*** Opening of Working data ***

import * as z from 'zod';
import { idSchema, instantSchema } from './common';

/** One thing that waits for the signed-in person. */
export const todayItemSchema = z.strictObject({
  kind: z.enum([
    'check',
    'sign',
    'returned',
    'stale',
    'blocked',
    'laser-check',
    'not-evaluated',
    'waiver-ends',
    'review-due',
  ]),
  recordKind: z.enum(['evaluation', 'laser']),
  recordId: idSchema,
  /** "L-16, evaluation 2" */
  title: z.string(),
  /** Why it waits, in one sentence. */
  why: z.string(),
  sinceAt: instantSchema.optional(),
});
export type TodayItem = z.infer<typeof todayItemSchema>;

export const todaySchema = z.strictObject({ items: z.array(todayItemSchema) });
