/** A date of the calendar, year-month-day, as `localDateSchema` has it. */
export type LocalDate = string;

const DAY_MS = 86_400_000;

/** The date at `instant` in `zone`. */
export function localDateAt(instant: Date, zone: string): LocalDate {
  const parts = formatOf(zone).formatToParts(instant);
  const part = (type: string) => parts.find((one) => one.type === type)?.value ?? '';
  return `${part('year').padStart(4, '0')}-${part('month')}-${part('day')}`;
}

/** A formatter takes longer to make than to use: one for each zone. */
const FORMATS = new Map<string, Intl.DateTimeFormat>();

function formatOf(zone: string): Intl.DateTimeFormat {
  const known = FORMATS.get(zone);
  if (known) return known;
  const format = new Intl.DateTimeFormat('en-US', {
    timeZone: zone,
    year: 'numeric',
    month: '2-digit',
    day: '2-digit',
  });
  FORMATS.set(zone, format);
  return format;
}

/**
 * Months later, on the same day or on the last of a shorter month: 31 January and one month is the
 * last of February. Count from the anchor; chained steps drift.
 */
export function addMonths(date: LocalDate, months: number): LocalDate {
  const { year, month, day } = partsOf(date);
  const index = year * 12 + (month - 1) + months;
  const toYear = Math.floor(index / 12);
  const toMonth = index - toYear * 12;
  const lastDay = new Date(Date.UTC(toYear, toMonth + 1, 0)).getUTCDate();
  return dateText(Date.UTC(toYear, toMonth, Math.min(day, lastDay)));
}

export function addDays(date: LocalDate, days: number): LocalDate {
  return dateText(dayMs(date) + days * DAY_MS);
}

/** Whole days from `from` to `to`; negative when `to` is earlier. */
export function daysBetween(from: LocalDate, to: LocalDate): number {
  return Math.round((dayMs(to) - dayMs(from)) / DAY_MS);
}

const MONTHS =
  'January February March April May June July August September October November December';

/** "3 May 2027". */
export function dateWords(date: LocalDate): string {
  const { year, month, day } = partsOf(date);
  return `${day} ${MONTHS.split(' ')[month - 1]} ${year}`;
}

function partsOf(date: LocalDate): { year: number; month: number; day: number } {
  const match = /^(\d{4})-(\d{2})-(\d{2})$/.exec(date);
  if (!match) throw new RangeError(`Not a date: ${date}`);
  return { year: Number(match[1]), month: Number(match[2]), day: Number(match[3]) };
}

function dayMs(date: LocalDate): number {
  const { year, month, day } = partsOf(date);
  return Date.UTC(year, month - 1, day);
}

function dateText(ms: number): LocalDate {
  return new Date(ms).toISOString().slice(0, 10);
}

*** Close of Working data ***

Search the listing for the string "dateText". Copy each line where it turns up.

• Solution to this problem:
  return dateText(Date.UTC(toYear, toMonth, Math.min(day, lastDay)));
  return dateText(dayMs(date) + days * DAY_MS);
function dateText(ms: number): LocalDate {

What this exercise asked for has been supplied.